To add to the preparedness list, a few tidbits from other drivers I have spoken too:

Mylar balloons
Mules (for some reason I have had this issue with saddle horses, they completely loose their minds at the sight of a mule, but are okay with donkeys)
Man hole lids
Speaker squelch 

Plus all the listed from others.

Hope you heal up quickly and completely!!!


----------



## littrella (Aug 28, 2010)

Thanks.  I'm trying my best to not do much. Hubby and the kids are taking good care of me. I forgot to mention that I drive with my mini donk. So I have to worry about us freaking out others!
_Posted via Mobile Device_


----------



## Endiku (Dec 6, 2010)

When I was preparing for Sour's first parade, I hauled her and all of her driving gear to the large parking lot that the parade lineup starts at, did a precursory lap with her in hand, and tacked her up. Then I had my instructor lead her hitched up while I sat in the cart, then we did some work in the cart once I felt like she was comfortable and my instructor used her truck to drive past us, honk, wave, blast her radio, etc so that I knew how she'd respond in a brand new places after being unloaded, tacked, and tossed into a stressful situation.

I made the rule for myself that if she spooked at ANYTHING or seemed just too uptight- I would not take her to that parade and I'd do more work with her first. I also had my instructor walk beside her at our first parade, to sort of 'spot' us and give me advice.

But ultimately...you can't guarentee your horse (or donkey) will react perfectly to everything or have seen everything. For example, when one of our parades backed up a bit and we were at a standstill in front of the crowds, one lady just ran up, THREW her little girl on Sour's back WHILE she was hitched, and tried to get someone to take a photo! Luckily Sour didn't even bat an eye despite not liking kids or having EVER had a kid on her back, but people can really can be obnoxious. 

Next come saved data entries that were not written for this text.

import { convert, quantityOf, type Unit } from '../units/units.js';
import { describeIssues, telemetryMessageSchema, type TelemetryMessage } from './message.js';
import type { ChannelDefinition } from '../reservoirs/definition.js';

/** Why a message was quarantined. Stable codes: they are stored and counted. */
export const QUARANTINE_REASONS = [
  'not-json',
  'bad-shape',
  'bad-topic',
  'device-mismatch',
  'unknown-reservoir',
  'unknown-channel',
  'wrong-unit',
  'out-of-range',
  'future-time',
] as const;
export type QuarantineReason = (typeof QUARANTINE_REASONS)[number];

export interface Rejection {
  reason: QuarantineReason;
  detail: string;
}

/** A message accepted for storage, its value converted to the channel's SI unit. */
export interface AcceptedReading extends TelemetryMessage {
  timeMs: number;
}

export type ValidationResult =
  { ok: true; reading: AcceptedReading } | { ok: false; rejection: Rejection };

export interface ValidationContext {
  /** the device id from the topic the message came on */
  topicDeviceId: string;
  /** channel definitions of the reservoir, by channel id */
  channels: ReadonlyMap<string, ChannelDefinition>;
  /** the site's current time, epoch ms */
  nowMs: number;
  /** how far ahead of the site clock a measurement time may be (clock skew) */
  maxFutureMs: number;
}

const reject = (reason: QuarantineReason, detail: string): ValidationResult => ({
  ok: false,
  rejection: { reason, detail },
});

/** Checks a raw payload completely; never throws. */
export function validateTelemetry(payload: string, ctx: ValidationContext): ValidationResult {
  let json: unknown;
  try {
    json = JSON.parse(payload);
  } catch (error) {
    return reject('not-json', `payload is not JSON: ${(error as Error).message}`);
  }
  const parsed = telemetryMessageSchema.safeParse(json);
  if (!parsed.success) return reject('bad-shape', describeIssues(parsed.error));
  const msg = parsed.data;
  if (msg.deviceId !== ctx.topicDeviceId) {
    return reject(
      'device-mismatch',
      `deviceId "${msg.deviceId}" does not match the topic's device "${ctx.topicDeviceId}"`,
    );
  }
  const channel = ctx.channels.get(msg.channel);
  if (!channel)
    return reject('unknown-channel', `channel "${msg.channel}" is not defined for this reservoir`);
  if (channel.deviceId !== msg.deviceId) {
    return reject(
      'device-mismatch',
      `channel "${msg.channel}" belongs to device "${channel.deviceId}", not "${msg.deviceId}"`,
    );
  }
  if (quantityOf(msg.unit) !== quantityOf(channel.unit as Unit)) {
    return reject(
      'wrong-unit',
      `unit "${msg.unit}" is not a unit of ${quantityOf(channel.unit)} (channel unit ${channel.unit})`,
    );
  }
  const value = convert(msg.value, msg.unit, channel.unit);
  if (value < channel.min || value > channel.max) {
    return reject(
      'out-of-range',
      `value ${value} ${channel.unit} is outside the physical range ${channel.min}..${channel.max} ${channel.unit}`,
    );
  }
  const timeMs = Date.parse(msg.time);
  if (timeMs - ctx.nowMs > ctx.maxFutureMs) {
    return reject(
      'future-time',
      `time ${msg.time} is ${Math.round((timeMs - ctx.nowMs) / 1000)} s ahead of the site clock`,
    );
  }
  return {
    ok: true,
    reading: { ...msg, value, unit: channel.unit, time: new Date(timeMs).toISOString(), timeMs },
  };
}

The only thing that did surprise Sour, and I had no way to prepare her for this, was going over railroad tracks. She was great with the speed bumps, man holes, changes in concrete, etc- but she danced just a bit when she saw those tracks.

Oh, and she found a man-crush to flirt with in Line Up...a GIANT 1 ton Percheron gelding. It was hilarious but she was a bit loose. I think she peed 5 times in that 30 minutes. Make sure Danee is OK with standing still while in line for a long time!


----------



## littrella (Aug 28, 2010)

The mental picture of Sour & her "crush" is exactly what I needed tonight! Lol I can't stop giggling! Once I get healed up, I plan on taking him to a local public arena for some practice. Thanks for all the ideas everyone
_Posted via Mobile Device_


----------



## Endiku (Dec 6, 2010)

:lol: It was pretty amusing, but also mildly embarrassing. She wasn't really misbehaving so I couldn't correct her...just flagging him over and making sure he realized she wouldn't mind if he hopped in her trailer when the parade was done. LOL. I guess as long as he didn't stay for breakfast. I bet he eats a ton. I'd never seen her act like that in my life, and the Percheron looked quite shocked. And here I thought I'd brought up a nice, well rounded mare who knew who was in her bracket and who wasn't.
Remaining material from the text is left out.